Task objective:
Beginning with the first line of the data below, reproduce every line unchanged, ending with the line that holds "build and scripts/build-single-file)".

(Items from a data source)
────────────────────

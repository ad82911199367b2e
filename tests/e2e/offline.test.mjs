// Browser test of "private and offline" (issue 7): the served page carries its
// Content-Security-Policy as an HTTP header equal to its meta tag; it says where users look
// that the data stays on this machine; after one visit its service worker keeps a copy, so
// with the network off and the server gone a reload still opens the page, which still reads
// the demo file and grows a model; and the one-file build (scripts/build-single-file) opens
// from file:// and reads a file, fetching nothing. Screenshots go to tests/out/e2e/.
//   node tests/e2e/offline.test.mjs      (after trunk build and scripts/build-single-file)
import { existsSync, readFileSync } from 'node:fs';
import { join } from 'node:path';
import { pathToFileURL } from 'node:url';
import { serve } from '../../scripts/static-server.mjs';
import { check, expect, finish, fixtures, foreign, launch, out, root, watchedPage } from './harness.mjs';

const manifest = JSON.parse(readFileSync(join(fixtures, 'manifest.json'), 'utf8'));
const plain = manifest.find((e) => e.file === 'plain_comma.csv');
const server = await serve(join(root, 'dist'), 0);
const origin = `http://127.0.0.1:${server.address().port}`;
const browser = await launch();

/** The directives of a policy, each with its sources sorted, for comparing two policies. */
const directives = (policy) => policy.split(';').map((d) => d.trim().split(/\s+/)).filter((d) => d[0])
  .map(([name, ...sources]) => `${name} ${sources.sort().join(' ')}`).sort();

try {
  await check('the server sends the page\'s Content-Security-Policy as a header, equal to the meta tag', async () => {
    for (const path of ['/index.html', '/worker_loader.js', '/offline-worker.js']) {
      const res = await fetch(`${origin}${path}`);
      expect(res.ok, `${path}: status ${res.status}`);
      const header = res.headers.get('content-security-policy') ?? '';
      const html = readFileSync(join(root, 'dist', 'index.html'), 'utf8');
      const meta = html.match(/<meta http-equiv="Content-Security-Policy" content="([^"]*)"/)[1];
      expect(JSON.stringify(directives(header)) === JSON.stringify(directives(meta)), `${path}: header ${header}`);
      // What issue 7 asks of the policy.
      const d = directives(header);
      for (const want of ["default-src 'none'", "connect-src 'self'", "form-action 'none'", "base-uri 'none'"]) {
        expect(d.includes(want), `${path}: policy lacks ${want}`);
      }
      const scripts = d.find((x) => x.startsWith('script-src ')).split(' ').slice(1);
      expect(scripts.includes("'self'") && scripts.includes("'wasm-unsafe-eval'"), `script-src ${scripts}`);
      expect(scripts.every((s) => s === "'self'" || s === "'wasm-unsafe-eval'" || s.startsWith("'sha256-")), `script-src allows more: ${scripts}`);
    }
  });

  const context = await browser.newContext({ viewport: { width: 1280, height: 900 } });
  const { page, requests, consoleErrors } = await watchedPage(context);

  await check('the page says where users look that the data stays on this computer', async () => {
    await page.goto(`${origin}/`);
    await page.waitForSelector('#app[data-ready=yes]', { timeout: 30000 });
    const tagline = await page.textContent('.tagline');
    expect(/runs on this computer/.test(tagline) && /nothing is uploaded/.test(tagline), tagline);
    const hint = await page.textContent('#drop .hint');
    expect(/never leave your computer/.test(hint), hint);
  });

  await check('after one visit the page keeps an offline copy of its files', async () => {
    await page.waitForSelector('#offline-note[data-offline=ready]', { timeout: 30000 });
    const cached = await page.evaluate(async () => {
      const keys = await caches.keys();
      const cache = await caches.open(keys.find((k) => k.startsWith('spinney-')));
      return (await cache.keys()).map((r) => new URL(r.url).pathname);
    });
    for (const f of ['/index.html', '/worker_bg.wasm', '/worker.js', '/worker_loader.js', '/demo-data/surgery-complications.csv']) {
      expect(cached.includes(f), `${f} not kept (kept: ${cached.join(', ')})`);
    }
    expect(cached.some((f) => /^\/page-.*_bg\.wasm$/.test(f)), 'the page\'s wasm not kept');
  });

  await check('with the network off and the server stopped, a reload opens the page and it reads the demo file', async () => {
    await context.setOffline(true);
    // Off for certain: the server stops too, so only the browser's kept copy can answer.
    await new Promise((ok) => { server.close(ok); server.closeAllConnections(); });
    await page.reload();
    await page.waitForSelector('#app[data-ready=yes]', { timeout: 30000 });
    await page.click('#demo-surgery');
    await page.waitForFunction(() => document.querySelector('.facts')?.textContent.includes('surgery-complications.csv'), null, { timeout: 30000 });
    const names = await page.$$eval('table.columns tbody th[scope=row]', (s) => s.map((x) => x.textContent));
    const col = names.indexOf('complication_30d');
    expect(col >= 0, `columns ${names}`);
    // The worker works offline too: a small forest is grown.
    await page.selectOption(`select[data-field=role][data-col="${col}"]`, 'outcome');
    await page.fill('#set-trees', '10');
    await page.click('#run-start');
    await page.waitForSelector('#step-runs[data-runs="1"]', { timeout: 60000 });
    await page.screenshot({ path: join(out, 'offline-reload.png'), fullPage: true });
  });

  await check('the served page asked nothing of any other origin, and logged no errors', async () => {
    const away = foreign(requests, origin);
    expect(away.length === 0, `foreign requests: ${away.slice(0, 3)}`);
    // Failed network fetches while offline are the point of the test, not errors of the page.
    const errors = consoleErrors.filter((e) => !/ERR_INTERNET_DISCONNECTED|net::ERR_/.test(e));
    expect(errors.length === 0, errors.slice(0, 3).join(' | '));
  });
  await context.close();

  const single = join(root, 'dist-single', 'spinney.html');
  await check('the one-file build opens from file:// and reads a file, fetching nothing', async () => {
    expect(existsSync(single), `${single} is missing; run scripts/build-single-file first`);
    const ctx = await browser.newContext({ viewport: { width: 1280, height: 900 } });
    const w = await watchedPage(ctx);
    const url = pathToFileURL(single).href;
    await w.page.goto(url);
    await w.page.waitForSelector('#app[data-ready=yes]', { timeout: 30000 });
    await w.page.waitForSelector('#offline-note[data-offline=file]');
    await w.page.setInputFiles('#file-input', join(fixtures, plain.file));
    await w.page.waitForSelector('table.columns');
    const facts = await w.page.textContent('.facts');
    expect(facts.includes(`${plain.rows} rows`), `facts: ${facts}`);
    // The embedded demo records work too.
    await w.page.click('#demo-surgery');
    await w.page.waitForFunction(() => document.querySelector('.facts')?.textContent.includes('surgery-complications.csv'), null, { timeout: 30000 });
    await w.page.screenshot({ path: join(out, 'single-file.png'), fullPage: true });
    const away = w.requests.filter((u) => u !== url && !u.startsWith('data:') && !u.startsWith('blob:'));
    expect(away.length === 0, `requests beyond the file: ${away.slice(0, 3)}`);
    expect(w.consoleErrors.length === 0, w.consoleErrors.slice(0, 3).join(' | '));
    await ctx.close();
  });
} finally {
  await browser.close();
  server.close();
}
finish();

────────────────────

Output for this task:
repository ad82911199367b2e
filename tests/e2e/offline.test.mjs
// Browser test of "private and offline" (issue 7): the served page carries its
// Content-Security-Policy as an HTTP header equal to its meta tag; it says where users look
// that the data stays on this machine; after one visit its service worker keeps a copy, so
// with the network off and the server gone a reload still opens the page, which still reads
// the demo file and grows a model; and the one-file build (scripts/build-single-file) opens
// from file:// and reads a file, fetching nothing. Screenshots go to tests/out/e2e/.
//   node tests/e2e/offline.test.mjs      (after trunk build and scripts/build-single-file)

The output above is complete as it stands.